To me, so far, it’s been a tricky line to walk. Deep in my heart, I know that being attractive is a soul thing rather than a skin thing. It’s a mental rather than a mirror thing. It’s that ‘at home in your skin’ thing - that sense of being a free woman who accepts and loves herself for herself, not for anyone else. It is someone who stands up for herself and speaks her truth. It is someone who respects herself, her path and the people around her. It’s someone who is fluid and open in heart and mind - not rigid. What is attractive is the energy that brings - that light in the eyes.

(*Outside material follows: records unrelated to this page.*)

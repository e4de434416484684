// The redirect target after sign-in: same-origin paths only (the open-redirect forms are refused).
import { describe, expect, it } from "vitest";
import { safeNextPath } from "@/lib/http/safe-next-path";

describe("safeNextPath", () => {
  it.each([
    ["/", "/"],
    ["/runs/42", "/runs/42"],
    ["/notebooks?status=draft#list", "/notebooks?status=draft#list"],
    ["/lines/../audit", "/audit"],
    ["/review/%E2%9C%93", "/review/%E2%9C%93"],
  ])("keeps the same-origin path %s", (next, expected) => {
    expect(safeNextPath(next)).toBe(expected);
  });

  it.each([
    // What the address bar of `/sign-in?next=/%5Cevil.example/` hands the page (decoded once).
    "/\\evil.example/",
    // The same still encoded, and other backslash forms.
    "/%5Cevil.example/",
    "/%5cevil.example/",
    "\\\\evil.example",
    "/\\/evil.example",
    // Protocol-relative and absolute addresses.
    "//evil.example",
    "//evil.example/path",
    "/%2Fevil.example",
    "https://evil.example/",
    "http:evil.example",
    "javascript:alert(1)",
    "evil.example",
    // Control characters that URL parsers drop or browsers treat oddly.
    "/\t/evil.example",
    "/\n/evil.example",
    "/%09/evil.example",
    "/runs\u0000",
    // Not text, empty, malformed percent-encoding, absurdly long.
    "",
    "/%E0%A4%A",
    `/${"a".repeat(3000)}`,
  ])("refuses %j", (next) => {
    expect(safeNextPath(next)).toBe("/");
  });

  it("refuses values that are not strings and answers the given fallback", () => {
    expect(safeNextPath(null, "/home")).toBe("/home");
    expect(safeNextPath(undefined)).toBe("/");
    expect(safeNextPath(["/runs"])).toBe("/");
  });
});
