// `npm run bench`: median time of the line library's range query (the page and its count, the same
// SQL as fetchLines) on a 300,000-row published release, in a throwaway database that is dropped after.
import { Client } from "pg";
import { Sequelize } from "sequelize";
import pg from "pg";
import { migrator } from "../db/migrate";
import { lineQuerySql } from "../lib/services/line-library-rows";
import type { LineQuery } from "../lib/services/line-library-types";

const ROWS = 300_000;
const RUNS = 50;
const TARGET_MS = 20;
const json = process.argv.includes("--json");
const baseUrl =
  process.env.DATABASE_URL ??
  `postgres://postgres@127.0.0.1:${process.env.EMBERLINE_PG_PORT ?? 54329}/postgres`;
const benchDb = `emberline_bench_${process.pid}`;

function median(values: number[]): number {
  const sorted = values.slice().sort((a, b) => a - b);
  const mid = sorted.length >> 1;
  return sorted.length % 2 ? sorted[mid] : (sorted[mid - 1] + sorted[mid]) / 2;
}

function urlFor(database: string): string {
  const url = new URL(baseUrl);
  url.pathname = `/${database}`;
  return url.toString();
}

/** A team and a release of ROWS lines spread over 200–1000 nm, built in SQL and then published. */
async function buildRelease(client: Client): Promise<string> {
  const { rows: teams } = await client.query<{ id: string }>(
    "INSERT INTO teams (name) VALUES ('Bench team') RETURNING id",
  );
  const { rows: releases } = await client.query<{ id: string }>(
    "INSERT INTO line_releases (team_id) VALUES ($1) RETURNING id",
    [teams[0].id],
  );
  const releaseId = releases[0].id;
  // Deterministic pseudo-random wavelengths and species (no Math.random: same table every run).
  await client.query(
    `INSERT INTO lines (release_id, species, element, ion_stage, air_nm, vacuum_nm, intensity_arc, source)
     SELECT $1, s.symbol || ' I', s.symbol, 1, w.air, w.air * 1.000277, (i::bigint * 7919) % 1000, 'bench, synthetic'
       FROM generate_series(1, $2::int) AS i
       CROSS JOIN LATERAL (SELECT 200 + 800 * ((i::bigint * 2654435761) % 4294967296) / 4294967296.0 AS air) w
       CROSS JOIN LATERAL (SELECT (ARRAY['Fe','Ti','Cr','Mn','Co','Ni','V','Ca','Na','K'])[1 + i % 10] AS symbol) s`,
    [releaseId, ROWS],
  );
  await client.query(
    "UPDATE line_releases SET status = 'published', number = 1, published_at = now() WHERE id = $1",
    [releaseId],
  );
  // A published release never changes, so autovacuum marks it all-visible; do that now.
  await client.query("VACUUM ANALYZE lines");
  return releaseId;
}

async function timeQuery(
  client: Client,
  releaseId: string,
  query: LineQuery,
): Promise<{ medianMs: number; total: number }> {
  const sql = lineQuerySql(releaseId, query, 1, 100);
  let total = 0;
  const run = async () => {
    const [, counted] = await Promise.all([
      client.query(sql.select, sql.bind),
      client.query(sql.count, sql.bind),
    ]);
    total = Number(counted.rows[0].total);
  };
  await run(); // warm-up: plans and buffers
  const samples: number[] = [];
  for (let i = 0; i < RUNS; i++) {
    const start = process.hrtime.bigint();
    await run();
    samples.push(Number(process.hrtime.bigint() - start) / 1e6);
  }
  return { medianMs: median(samples), total };
}

async function main(): Promise<void> {
  const admin = new Client({ connectionString: urlFor("postgres") });
  await admin.connect();
  await admin.query(`CREATE DATABASE ${benchDb}`);
  try {
    const sequelize = new Sequelize(urlFor(benchDb), {
      dialect: "postgres",
      dialectModule: pg,
      logging: false,
    });
    await migrator(sequelize).up();
    await sequelize.close();
    const client = new Client({ connectionString: urlFor(benchDb) });
    await client.connect();
    try {
      const buildStart = Date.now();
      const releaseId = await buildRelease(client);
      const buildMs = Date.now() - buildStart;
      const cases: { name: string; query: LineQuery }[] = [
        { name: "2 nm window (588–590 nm)", query: { teamId: "", minNm: 588, maxNm: 590 } },
        { name: "50 nm window (500–550 nm)", query: { teamId: "", minNm: 500, maxNm: 550 } },
        {
          name: "50 nm window, one species",
          query: { teamId: "", minNm: 500, maxNm: 550, species: "Fe I" },
        },
      ];
      const results = [];
      for (const { name, query } of cases)
        results.push({ name, rows: ROWS, ...(await timeQuery(client, releaseId, query)) });
      if (json) {
        process.stdout.write(`${JSON.stringify({ buildMs, targetMs: TARGET_MS, results })}\n`);
      } else {
        process.stdout.write(
          `\nLine-table range query (first page of 100 + count, same SQL as fetchLines), ${ROWS.toLocaleString("en")} rows, median of ${RUNS} runs (table built in ${buildMs} ms):\n`,
        );
        process.stdout.write(
          `${"case".padEnd(32)}${"matching".padStart(10)}${"median ms".padStart(12)}  target < ${TARGET_MS} ms\n`,
        );
        for (const r of results) {
          process.stdout.write(
            `${r.name.padEnd(32)}${String(r.total).padStart(10)}${r.medianMs.toFixed(2).padStart(12)}  ${r.medianMs < TARGET_MS ? "ok" : "SLOW"}\n`,
          );
        }
      }
    } finally {
      await client.end();
    }
  } finally {
    await admin.query(`DROP DATABASE IF EXISTS ${benchDb} WITH (FORCE)`);
    await admin.end();
  }
}

main().catch((error) => {
  process.stderr.write(
    `[emberline] Line query bench failed: ${error instanceof Error ? error.stack : error}\n`,
  );
  process.exit(1);
});
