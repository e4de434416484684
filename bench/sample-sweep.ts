// `npm run sweep -- --samples [--seed N --n M]`: element identification (analyzeSample against the
// starter table) over M realistic samples from seed N (tests/support/realistic-sample.ts), scored
// against the generator's truth. Prints recall, false present, breakdowns and the worst cases.
import { formatSampleSweep, runSampleSweep } from "../tests/support/sample-sweep";

const args = process.argv.slice(2);
const value = (name: string, fallback: string) => {
  const at = args.indexOf(`--${name}`);
  return at >= 0 && at + 1 < args.length ? args[at + 1] : fallback;
};
const seed = Number(value("seed", "1"));
const n = Number(value("n", "200"));
if (!Number.isInteger(seed) || !Number.isInteger(n) || n < 1) {
  console.error("usage: npm run sweep -- --samples [--seed N --n M]");
  process.exit(2);
}
const records = runSampleSweep({ seed, n });
console.log(formatSampleSweep(records, `sample sweep: seed ${seed}, n ${n}`));
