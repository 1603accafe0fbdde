//! The line formats — `pm`, `int` (CSV) and `bits` — and the text writers, JSON included.
//!
//! One idea: nearly every line of a real file is plain ASCII of exactly the expected length, so
//! each row is first tried on a fast path that checks and packs eight characters at a time
//! (SWAR: in `+`/`-`, and in `0`/`1`, the two characters differ in a single bit, and a multiply
//! gathers eight such bits into one byte). Only a row that fails it is read again character by
//! character, by the general path that knows separators, `−`, `?` and comments and names the
//! exact column of any error. Both paths build the same bits; the fast one is only quicker.

use super::rows::{Builder, Shape};
use super::{describe_at, line_col, Format, ParseError, Parsed, ReadOptions, WriteFormat};
use crate::matrix::Matrix;
use std::io;

/// The three line formats.
#[derive(Clone, Copy, Debug, PartialEq, Eq)]
pub(super) enum Kind {
    Pm,
    Int,
    Bits,
}

/// U+2212 MINUS SIGN in UTF-8.
pub(super) const MINUS: &[u8] = "\u{2212}".as_bytes();

/// Where the line starting at `start` ends: (end of its text without `\r\n` or `\n`, start of
/// the next line).
pub(super) fn line_end(body: &[u8], start: usize) -> (usize, usize) {
    match body[start..].iter().position(|&c| c == b'\n') {
        Some(k) => {
            let nl = start + k;
            let end = if nl > start && body[nl - 1] == b'\r' {
                nl - 1
            } else {
                nl
            };
            (end, nl + 1)
        }
        None => (body.len(), body.len()),
    }
}

/// If a line ends exactly at `end` (a `\n`, `\r\n`, or the end of input), the start of the next.
fn line_ends_at(body: &[u8], end: usize) -> Option<usize> {
    match body.get(end) {
        None if end == body.len() => Some(end),
        Some(b'\n') => Some(end + 1),
        Some(b'\r') if body.get(end + 1) == Some(&b'\n') => Some(end + 2),
        _ => None,
    }
}

fn is_blank(c: u8) -> bool {
    c == b' ' || c == b'\t'
}
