#[cfg(test)]
mod tests {
    use super::*;
    use crate::construct::{paley_one, paley_two, sylvester};
    use crate::derive::rng::SplitMix64;
    use crate::verify::certify;

    /// A random equivalent of `h`: rows and columns permuted and negated.
    pub(crate) fn scramble(h: &Matrix, seed: u64) -> Matrix {
        let n = h.rows();
        let mut g = SplitMix64::new(seed);
        let mut rows: Vec<usize> = (0..n).collect();
        let mut cols: Vec<usize> = (0..n).collect();
        g.shuffle(&mut rows);
        g.shuffle(&mut cols);
        let rs: Vec<bool> = (0..n).map(|_| g.next_u64() & 1 == 1).collect();
        let cs: Vec<bool> = (0..n).map(|_| g.next_u64() & 1 == 1).collect();
        Matrix::from_fn(n, n, |i, j| h.is_negative(rows[i], cols[j]) ^ rs[i] ^ cs[j])
    }

    /// A random Hadamard matrix of order n, normalised: a backtracking search over the rows
    /// with first entry +1 and n/2 entries −1, tried in a shuffled order.
    pub(crate) fn random_hadamard(n: usize, seed: u64) -> Verified {
        fn extend(rows: &mut Vec<usize>, cands: &[usize], all: &[Vec<i8>], n: usize) -> bool {
            if rows.len() == n - 1 {
                return true;
            }
            for (k, &c) in cands.iter().enumerate() {
                let rest: Vec<usize> = cands[k + 1..]
                    .iter()
                    .copied()
                    .filter(|&d| {
                        all[c]
                            .iter()
                            .zip(&all[d])
                            .map(|(x, y)| (x * y) as i32)
                            .sum::<i32>()
                            == 0
                    })
                    .collect();
                if rest.len() + rows.len() + 1 < n - 1 {
                    continue;
                }
                rows.push(c);
                if extend(rows, &rest, all, n) {
                    return true;
                }
                rows.pop();
            }
            false
        }
        let mut all: Vec<Vec<i8>> = Vec::new();
        for bits in 0u32..1 << (n - 1) {
            if bits.count_ones() as usize == n / 2 {
                all.push(
                    std::iter::once(1)
                        .chain((0..n - 1).map(|j| if bits >> j & 1 == 1 { -1 } else { 1 }))
                        .collect(),
                );
            }
        }
        let mut order: Vec<usize> = (0..all.len()).collect();
        SplitMix64::new(seed).shuffle(&mut order);
        let mut rows = Vec::new();
        assert!(extend(&mut rows, &order, &all, n));
        let mut m: Vec<Vec<i8>> = vec![vec![1; n]];
        m.extend(rows.iter().map(|&r| all[r].clone()));
        certify(Matrix::from_rows(&m).unwrap()).unwrap()
    }

    #[test]
    fn scrambled_copies_are_found_equivalent_with_a_checked_certificate() {
        for h in [
            sylvester(4).unwrap(),
            paley_one(11).unwrap(),
            paley_one(23).unwrap(),
            sylvester(5).unwrap(),
            paley_one(31).unwrap(),
            paley_two(13).unwrap(),
        ] {
            let b = certify(scramble(h.matrix(), h.order() as u64)).unwrap();
            let r = equivalence(&h, &b, DEFAULT_NODE_BUDGET).unwrap();
            assert_eq!(
                r.verdict,
                Verdict::Equivalent,
                "order {}: {}",
                h.order(),
                r.note
            );
            assert!(check_certificate(
                h.matrix(),
                b.matrix(),
                r.certificate.as_ref().unwrap()
            ));
        }
    }

    #[test]
    fn order_twelve_is_one_class() {
        // references.md#r9-equivalence-classes: every Hadamard matrix of order 12 is equivalent to every other.
        let p1 = paley_one(11).unwrap();
        let p2 = paley_two(5).unwrap();
        let r = equivalence(&p1, &p2, DEFAULT_NODE_BUDGET).unwrap();
        assert_eq!(r.verdict, Verdict::Equivalent, "{}", r.note);
        for seed in 0..5 {
            let h = random_hadamard(12, seed);
            assert_eq!(
                equivalence(&p1, &h, DEFAULT_NODE_BUDGET).unwrap().verdict,
                Verdict::Equivalent
            );
        }
    }

    #[test]
    fn order_sixteen_has_five_classes_told_apart_by_the_invariants() {
        // references.md#r9-equivalence-classes (Hall's classification): five classes of order 16.
        let mut reps: Vec<Verified> = vec![sylvester(4).unwrap()];
        for seed in 0..60 {
            let h = random_hadamard(16, seed);
            let mut new = true;
            for r in &reps {
                let v = equivalence(r, &h, DEFAULT_NODE_BUDGET).unwrap();
                assert_ne!(v.verdict, Verdict::Undecided);
                if v.verdict == Verdict::Equivalent {
                    new = false;
                    break;
                }
            }
            if new {
                reps.push(h);
            }
        }
        assert_eq!(reps.len(), 5);
        let mut names = std::collections::BTreeSet::new();
        for x in 0..5 {
            for y in x + 1..5 {
                let v = equivalence(&reps[x], &reps[y], 0).unwrap();
                assert!(v.invariant.is_some(), "classes {x} and {y}: {}", v.note);
                names.insert(v.invariant.unwrap().name);
            }
        }
        // The 4-profile alone does not separate them; the pair profiles are needed.
        assert!(
            names.contains("row_pair_profiles") || names.contains("column_pair_profiles"),
            "{names:?}"
        );
    }

    #[test]
    fn the_search_alone_proves_inequivalence_by_exhaustion() {
        // Without the invariants' classes, the search must still decide order 16 exactly:
        // Sylvester's class against others is exhausted (10⁵ to 5·10⁵ nodes each), a scrambled
        // copy is found.
        let s = sylvester(4).unwrap();
        let bare = |a: &Verified, b: &Verified| {
            let n = a.order();
            let mut search = Search::new(
                a.matrix(),
                b.matrix(),
                vec![0; n],
                vec![0; n],
                DEFAULT_NODE_BUDGET,
            );
            search.run(vec![0; n], vec![0; n])
        };
        let mut exhausted = 0;
        for seed in 0..3 {
            let h = random_hadamard(16, seed);
            let decided = equivalence(&s, &h, DEFAULT_NODE_BUDGET).unwrap().verdict;
            match (decided, bare(&s, &h)) {
                (Verdict::Inequivalent, Outcome::Exhausted) => exhausted += 1,
                (Verdict::Equivalent, Outcome::Found(c)) => {
                    assert!(check_certificate(s.matrix(), h.matrix(), &c))
                }
                (v, _) => panic!("seed {seed}: the search alone disagrees with {v:?}"),
            }
        }
        assert!(exhausted > 0);
        let copy = certify(scramble(s.matrix(), 5)).unwrap();
        assert!(matches!(bare(&s, &copy), Outcome::Found(_)));
    }

    #[test]
    fn different_invariants_and_orders() {
        let s = sylvester(5).unwrap();
        let p = paley_one(31).unwrap();
        let r = equivalence(&s, &p, 0).unwrap();
        assert_eq!(
            (r.verdict, r.invariant.as_ref().map(|i| i.name.as_str())),
            (Verdict::Inequivalent, Some("profile4"))
        );
        assert_eq!(
            equivalence(&s, &sylvester(4).unwrap(), 10)
                .unwrap_err()
                .parameter,
            "b"
        );
    }

    #[test]
    fn a_zero_budget_is_undecided_not_wrong() {
        let h = sylvester(5).unwrap();
        let b = certify(scramble(h.matrix(), 3)).unwrap();
        let r = equivalence(&h, &b, 0).unwrap();
        assert_eq!(r.verdict, Verdict::Undecided);
    }

    #[test]
    fn a_wrong_certificate_is_refused() {
        let h = sylvester(3).unwrap();
        let id: Vec<usize> = (0..8).collect();
        let mut c = Certificate {
            row_map: id.clone(),
            row_signs: vec![1; 8],
            col_map: id,
            col_signs: vec![1; 8],
        };
        assert!(check_certificate(h.matrix(), h.matrix(), &c));
        c.row_signs[2] = -1;
        assert!(!check_certificate(h.matrix(), h.matrix(), &c));
        c.row_signs[2] = 1;
        c.row_map[0] = 1;
        assert!(!check_certificate(h.matrix(), h.matrix(), &c));
    }
}
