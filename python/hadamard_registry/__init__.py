"""Hadamard matrices for notebooks: every order the Hadamard Registry builds, checked exactly.

A Hadamard matrix of order n is an n×n matrix of ±1 entries with H·Hᵀ = nI. This package is the
registry's Rust core compiled for Python: the matrices come from the same published
constructions as ``hadamard build N`` (with the same ids), every verdict from the same exact
check, and ``routes``/``advise``/``smallest_known``/``verify`` return the objects the command
line prints with ``--json``.

>>> import numpy as np
>>> import hadamard_registry as hr
>>> h = hr.hadamard(12)
>>> h.dtype, h.shape
(dtype('int8'), (12, 12))
>>> bool((h.astype(int) @ h.T == 12 * np.eye(12)).all())
True
"""

from __future__ import annotations

import json
import os
from typing import Any, Dict, List, Optional, Sequence, Tuple, Union

import numpy as np

from . import _native
from .errors import (
    DeriveError,
    HadamardError,
    MatrixParseError,
    NotConstructibleError,
    NotHadamardError,
    RotationError,
)

__all__ = [
    "hadamard",
    "verify",
    "routes",
    "advise",
    "smallest_known",
    "rotate",
    "rotation_id",
    "rotation_plan",
    "rotation_matrix",
    "screening",
    "brr",
    "HadamardError",
    "NotConstructibleError",
    "NotHadamardError",
    "MatrixParseError",
    "RotationError",
    "DeriveError",
]

PathLike = Union[str, "os.PathLike[str]"]
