/// wasm32 with `simd128`: 128 lanes per `v128`, two blocks per panel (256 rows, the
/// `Split`'s panel there).
#[cfg(all(target_arch = "wasm32", target_feature = "simd128"))]
pub mod wasm {
    use super::*;
    use std::arch::wasm32::*;

    #[derive(Clone, Copy)]
    pub(in crate::verify) struct W(v128);
    // SAFETY: a plain 16-byte value.
    unsafe impl Send for W {}
    unsafe impl Sync for W {}

    impl Lanes for W {
        const LANES: usize = 128;
        #[inline(always)]
        fn zero() -> Self {
            W(u64x2(0, 0))
        }
        #[inline(always)]
        fn xor(a: Self, b: Self) -> Self {
            W(v128_xor(a.0, b.0))
        }
        #[inline(always)]
        fn and(a: Self, b: Self) -> Self {
            W(v128_and(a.0, b.0))
        }
        #[inline(always)]
        fn or(a: Self, b: Self) -> Self {
            W(v128_or(a.0, b.0))
        }
        #[inline(always)]
        fn andnot(a: Self, b: Self) -> Self {
            W(v128_andnot(a.0, b.0))
        }
        #[inline(always)]
        fn not(a: Self) -> Self {
            W(v128_not(a.0))
        }
        #[inline(always)]
        fn any(a: Self) -> bool {
            v128_any_true(a.0)
        }
        #[inline(always)]
        unsafe fn load(p: *const u8) -> Self {
            W(v128_load(p as *const v128))
        }
        #[inline(always)]
        fn from_words(w: &[u64]) -> Self {
            W(u64x2(w[0], w[1]))
        }
        #[inline(always)]
        fn to_words(self, out: &mut [u64]) {
            out[0] = u64x2_extract_lane::<0>(self.0);
            out[1] = u64x2_extract_lane::<1>(self.0);
        }
        #[inline(always)]
        fn csa(acc: &mut Self, a: Self, b: Self) -> Self {
            let u = v128_xor(acc.0, a.0);
            // The majority of acc, a, b: b where acc and a differ, acc where they agree.
            let carry = v128_bitselect(b.0, acc.0, u);
            acc.0 = v128_xor(u, b.0);
            W(carry)
        }
    }

    /// Blocks per panel.
    pub const BLOCKS: usize = 2;

    /// Every pair (i, j), i < j, with j in `j_lo..j_hi`, into `tally`.
    pub(in crate::verify) fn check(m: &Matrix, j_lo: usize, j_hi: usize, tally: &mut PairTally) {
        check_rows::<W, BLOCKS>(
            m,
            j_lo,
            j_hi,
            false,
            tally,
            &|a, b| Panel::new(m, a, b),
            &|p, a, b, t| pass(m, p, a, b, t),
        );
    }
}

But part of that - because we are human, complex and full of contrasts - is on the surface too. It’s the confidence you feel when you like how your eyelashes look and you feel your skin is good. But it’s also when we look in the mirror and see an older, greyer version of ourselves and it messes with our sense of identity a little! So, like a lot of life’s glitches and contradictions, perhaps, for now, we just roll with the jaundiced adage “when you look good, you feel good” and let that mean whatever that means to you.

Made up or not, grey-haired or not. Attractive. On your own terms.